Activity:
For the listing that follows, give again exactly the lines from the one with "n, n_choices = data.n, data.n_choices" to the one with "an allowed choice.", including both.

Provided material:
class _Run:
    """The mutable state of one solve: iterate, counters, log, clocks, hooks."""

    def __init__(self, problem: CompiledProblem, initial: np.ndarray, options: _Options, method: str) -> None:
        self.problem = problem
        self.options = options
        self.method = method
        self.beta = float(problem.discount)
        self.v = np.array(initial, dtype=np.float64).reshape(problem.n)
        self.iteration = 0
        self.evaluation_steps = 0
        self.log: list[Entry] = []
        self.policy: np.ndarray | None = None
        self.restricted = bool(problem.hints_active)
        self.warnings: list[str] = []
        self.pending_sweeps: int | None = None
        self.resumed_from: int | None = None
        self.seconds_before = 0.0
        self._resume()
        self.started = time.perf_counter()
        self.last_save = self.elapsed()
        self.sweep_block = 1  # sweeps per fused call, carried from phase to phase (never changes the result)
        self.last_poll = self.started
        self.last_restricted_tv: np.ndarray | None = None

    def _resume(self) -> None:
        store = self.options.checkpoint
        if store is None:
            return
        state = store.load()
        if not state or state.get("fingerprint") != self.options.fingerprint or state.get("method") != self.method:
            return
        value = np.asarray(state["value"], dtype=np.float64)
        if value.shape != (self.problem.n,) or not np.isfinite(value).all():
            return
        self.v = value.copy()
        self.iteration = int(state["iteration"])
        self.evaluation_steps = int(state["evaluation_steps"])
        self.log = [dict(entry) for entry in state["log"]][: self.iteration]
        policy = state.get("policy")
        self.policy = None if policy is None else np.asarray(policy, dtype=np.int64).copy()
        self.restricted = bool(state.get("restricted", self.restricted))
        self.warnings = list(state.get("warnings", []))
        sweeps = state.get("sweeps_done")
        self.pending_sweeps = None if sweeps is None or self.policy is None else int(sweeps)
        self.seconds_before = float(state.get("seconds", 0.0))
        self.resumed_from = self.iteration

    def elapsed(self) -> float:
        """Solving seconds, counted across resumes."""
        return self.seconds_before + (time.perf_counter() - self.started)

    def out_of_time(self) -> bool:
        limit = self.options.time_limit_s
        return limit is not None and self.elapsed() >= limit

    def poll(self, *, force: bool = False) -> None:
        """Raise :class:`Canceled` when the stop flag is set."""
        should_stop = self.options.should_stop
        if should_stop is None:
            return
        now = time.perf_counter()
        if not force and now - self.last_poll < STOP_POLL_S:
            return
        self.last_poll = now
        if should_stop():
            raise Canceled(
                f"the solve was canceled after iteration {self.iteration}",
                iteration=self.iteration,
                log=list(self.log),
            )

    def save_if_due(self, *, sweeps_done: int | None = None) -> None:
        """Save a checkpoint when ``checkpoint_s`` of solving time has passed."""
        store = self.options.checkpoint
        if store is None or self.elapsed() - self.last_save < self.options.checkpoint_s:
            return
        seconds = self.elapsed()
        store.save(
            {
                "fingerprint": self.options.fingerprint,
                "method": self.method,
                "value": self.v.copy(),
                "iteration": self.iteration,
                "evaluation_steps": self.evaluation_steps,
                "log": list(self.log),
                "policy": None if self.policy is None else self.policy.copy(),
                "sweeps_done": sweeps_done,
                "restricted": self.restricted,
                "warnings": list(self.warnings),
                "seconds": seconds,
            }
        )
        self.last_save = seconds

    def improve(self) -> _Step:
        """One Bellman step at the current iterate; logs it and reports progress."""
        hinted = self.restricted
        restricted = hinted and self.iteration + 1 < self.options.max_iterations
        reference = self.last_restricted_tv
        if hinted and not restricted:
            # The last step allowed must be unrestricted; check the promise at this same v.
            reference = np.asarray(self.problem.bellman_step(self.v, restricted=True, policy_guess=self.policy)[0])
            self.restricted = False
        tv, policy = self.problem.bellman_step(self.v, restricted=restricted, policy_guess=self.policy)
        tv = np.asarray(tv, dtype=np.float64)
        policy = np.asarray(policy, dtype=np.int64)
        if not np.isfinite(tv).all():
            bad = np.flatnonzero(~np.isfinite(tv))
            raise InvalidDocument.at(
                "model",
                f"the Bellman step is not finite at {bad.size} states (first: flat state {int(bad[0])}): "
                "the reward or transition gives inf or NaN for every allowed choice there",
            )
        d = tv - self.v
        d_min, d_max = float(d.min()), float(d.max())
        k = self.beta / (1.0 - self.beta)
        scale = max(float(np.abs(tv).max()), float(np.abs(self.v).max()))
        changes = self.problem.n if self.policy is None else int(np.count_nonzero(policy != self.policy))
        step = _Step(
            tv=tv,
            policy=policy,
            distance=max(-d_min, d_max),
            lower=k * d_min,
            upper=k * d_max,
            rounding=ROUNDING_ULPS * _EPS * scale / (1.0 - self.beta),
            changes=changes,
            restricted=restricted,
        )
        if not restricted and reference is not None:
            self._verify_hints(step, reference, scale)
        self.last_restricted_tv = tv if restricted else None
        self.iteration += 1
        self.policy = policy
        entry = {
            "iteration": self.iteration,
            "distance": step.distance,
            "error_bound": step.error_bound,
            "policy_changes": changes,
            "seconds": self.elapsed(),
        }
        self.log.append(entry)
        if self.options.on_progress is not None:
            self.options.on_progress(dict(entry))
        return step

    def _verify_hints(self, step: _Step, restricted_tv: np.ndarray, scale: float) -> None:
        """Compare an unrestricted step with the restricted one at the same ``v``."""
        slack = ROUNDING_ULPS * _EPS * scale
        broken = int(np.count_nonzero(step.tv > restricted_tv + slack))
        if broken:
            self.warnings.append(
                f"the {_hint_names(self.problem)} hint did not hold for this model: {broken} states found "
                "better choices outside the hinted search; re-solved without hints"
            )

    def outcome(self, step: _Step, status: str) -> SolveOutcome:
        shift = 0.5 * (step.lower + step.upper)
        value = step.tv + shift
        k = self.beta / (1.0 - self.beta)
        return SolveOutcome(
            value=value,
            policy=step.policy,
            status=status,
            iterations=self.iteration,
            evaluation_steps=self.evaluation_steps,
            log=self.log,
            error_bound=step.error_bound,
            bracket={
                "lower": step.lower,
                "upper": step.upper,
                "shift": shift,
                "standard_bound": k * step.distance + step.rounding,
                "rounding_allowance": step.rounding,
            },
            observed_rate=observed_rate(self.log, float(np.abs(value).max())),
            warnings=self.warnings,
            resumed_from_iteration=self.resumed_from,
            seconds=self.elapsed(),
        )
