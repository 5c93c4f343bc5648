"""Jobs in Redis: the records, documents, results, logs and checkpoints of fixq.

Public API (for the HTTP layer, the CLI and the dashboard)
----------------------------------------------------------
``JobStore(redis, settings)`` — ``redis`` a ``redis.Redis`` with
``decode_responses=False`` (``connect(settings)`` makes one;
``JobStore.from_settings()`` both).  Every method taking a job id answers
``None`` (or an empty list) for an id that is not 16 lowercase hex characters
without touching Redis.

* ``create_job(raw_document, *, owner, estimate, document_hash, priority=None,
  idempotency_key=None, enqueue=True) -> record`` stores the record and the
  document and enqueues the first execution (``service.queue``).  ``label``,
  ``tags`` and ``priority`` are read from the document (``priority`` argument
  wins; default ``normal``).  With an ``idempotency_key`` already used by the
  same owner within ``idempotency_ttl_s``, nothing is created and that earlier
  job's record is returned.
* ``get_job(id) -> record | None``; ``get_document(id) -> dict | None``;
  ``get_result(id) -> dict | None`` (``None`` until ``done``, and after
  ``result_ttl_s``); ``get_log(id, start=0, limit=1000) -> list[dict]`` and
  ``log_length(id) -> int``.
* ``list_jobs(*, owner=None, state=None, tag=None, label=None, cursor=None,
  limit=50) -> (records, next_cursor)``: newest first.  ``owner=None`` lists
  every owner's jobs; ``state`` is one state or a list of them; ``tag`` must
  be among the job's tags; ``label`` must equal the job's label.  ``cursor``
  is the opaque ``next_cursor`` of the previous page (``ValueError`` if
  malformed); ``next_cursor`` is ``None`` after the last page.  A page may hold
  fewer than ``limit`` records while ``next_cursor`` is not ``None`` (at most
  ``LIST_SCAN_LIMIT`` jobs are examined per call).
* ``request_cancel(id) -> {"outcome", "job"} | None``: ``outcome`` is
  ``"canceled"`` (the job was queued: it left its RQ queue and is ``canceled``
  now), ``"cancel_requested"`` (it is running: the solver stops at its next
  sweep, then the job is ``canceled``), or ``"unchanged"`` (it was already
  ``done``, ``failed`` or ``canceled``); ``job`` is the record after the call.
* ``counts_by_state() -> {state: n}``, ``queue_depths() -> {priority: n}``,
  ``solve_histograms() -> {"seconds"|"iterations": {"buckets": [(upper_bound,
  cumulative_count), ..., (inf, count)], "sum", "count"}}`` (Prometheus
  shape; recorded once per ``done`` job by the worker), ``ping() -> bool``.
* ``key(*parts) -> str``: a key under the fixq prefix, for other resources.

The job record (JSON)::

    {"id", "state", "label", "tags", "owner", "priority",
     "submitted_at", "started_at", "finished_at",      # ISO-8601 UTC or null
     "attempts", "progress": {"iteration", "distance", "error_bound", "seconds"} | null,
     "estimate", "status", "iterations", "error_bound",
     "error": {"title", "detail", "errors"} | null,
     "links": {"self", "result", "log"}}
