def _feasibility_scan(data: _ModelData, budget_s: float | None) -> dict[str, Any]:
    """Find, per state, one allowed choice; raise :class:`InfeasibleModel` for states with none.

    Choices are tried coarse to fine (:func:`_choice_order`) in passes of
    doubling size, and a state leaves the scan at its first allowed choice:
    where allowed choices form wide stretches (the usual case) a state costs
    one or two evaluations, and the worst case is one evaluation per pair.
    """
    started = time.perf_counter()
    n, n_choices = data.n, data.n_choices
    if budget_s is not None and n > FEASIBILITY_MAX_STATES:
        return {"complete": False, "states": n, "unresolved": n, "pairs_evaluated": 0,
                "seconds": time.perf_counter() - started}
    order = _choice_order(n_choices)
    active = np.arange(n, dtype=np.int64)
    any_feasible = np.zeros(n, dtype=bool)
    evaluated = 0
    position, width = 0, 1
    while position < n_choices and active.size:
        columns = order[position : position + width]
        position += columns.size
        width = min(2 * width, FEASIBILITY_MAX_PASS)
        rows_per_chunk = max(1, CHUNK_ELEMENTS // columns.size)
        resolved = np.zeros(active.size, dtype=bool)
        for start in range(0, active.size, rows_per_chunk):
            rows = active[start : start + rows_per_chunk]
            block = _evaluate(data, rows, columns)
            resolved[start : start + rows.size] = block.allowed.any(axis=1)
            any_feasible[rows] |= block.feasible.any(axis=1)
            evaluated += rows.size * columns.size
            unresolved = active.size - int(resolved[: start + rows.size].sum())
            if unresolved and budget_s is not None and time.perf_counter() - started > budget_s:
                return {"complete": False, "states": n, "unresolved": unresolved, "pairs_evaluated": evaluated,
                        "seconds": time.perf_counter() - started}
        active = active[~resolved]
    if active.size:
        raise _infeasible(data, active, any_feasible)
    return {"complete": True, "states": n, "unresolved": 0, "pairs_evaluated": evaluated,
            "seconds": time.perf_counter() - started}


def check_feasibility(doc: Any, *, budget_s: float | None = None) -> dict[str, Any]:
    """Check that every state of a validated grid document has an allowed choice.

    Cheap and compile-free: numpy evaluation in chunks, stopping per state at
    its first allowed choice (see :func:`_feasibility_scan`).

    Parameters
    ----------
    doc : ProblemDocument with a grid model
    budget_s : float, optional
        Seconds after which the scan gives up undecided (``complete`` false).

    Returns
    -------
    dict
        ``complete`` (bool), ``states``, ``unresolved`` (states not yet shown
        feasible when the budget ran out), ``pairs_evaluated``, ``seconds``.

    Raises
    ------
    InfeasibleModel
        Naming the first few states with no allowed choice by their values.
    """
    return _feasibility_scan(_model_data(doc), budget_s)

Expected answer:
    n, n_choices = data.n, data.n_choices
    if budget_s is not None and n > FEASIBILITY_MAX_STATES:
        return {"complete": False, "states": n, "unresolved": n, "pairs_evaluated": 0,
                "seconds": time.perf_counter() - started}
    order = _choice_order(n_choices)
    active = np.arange(n, dtype=np.int64)
    any_feasible = np.zeros(n, dtype=bool)
    evaluated = 0
    position, width = 0, 1
    while position < n_choices and active.size:
        columns = order[position : position + width]
        position += columns.size
        width = min(2 * width, FEASIBILITY_MAX_PASS)
        rows_per_chunk = max(1, CHUNK_ELEMENTS // columns.size)
        resolved = np.zeros(active.size, dtype=bool)
        for start in range(0, active.size, rows_per_chunk):
            rows = active[start : start + rows_per_chunk]
            block = _evaluate(data, rows, columns)
            resolved[start : start + rows.size] = block.allowed.any(axis=1)
            any_feasible[rows] |= block.feasible.any(axis=1)
            evaluated += rows.size * columns.size
            unresolved = active.size - int(resolved[: start + rows.size].sum())
            if unresolved and budget_s is not None and time.perf_counter() - started > budget_s:
                return {"complete": False, "states": n, "unresolved": unresolved, "pairs_evaluated": evaluated,
                        "seconds": time.perf_counter() - started}
        active = active[~resolved]
    if active.size:
        raise _infeasible(data, active, any_feasible)
    return {"complete": True, "states": n, "unresolved": 0, "pairs_evaluated": evaluated,
            "seconds": time.perf_counter() - started}


def check_feasibility(doc: Any, *, budget_s: float | None = None) -> dict[str, Any]:
    """Check that every state of a validated grid document has an allowed choice.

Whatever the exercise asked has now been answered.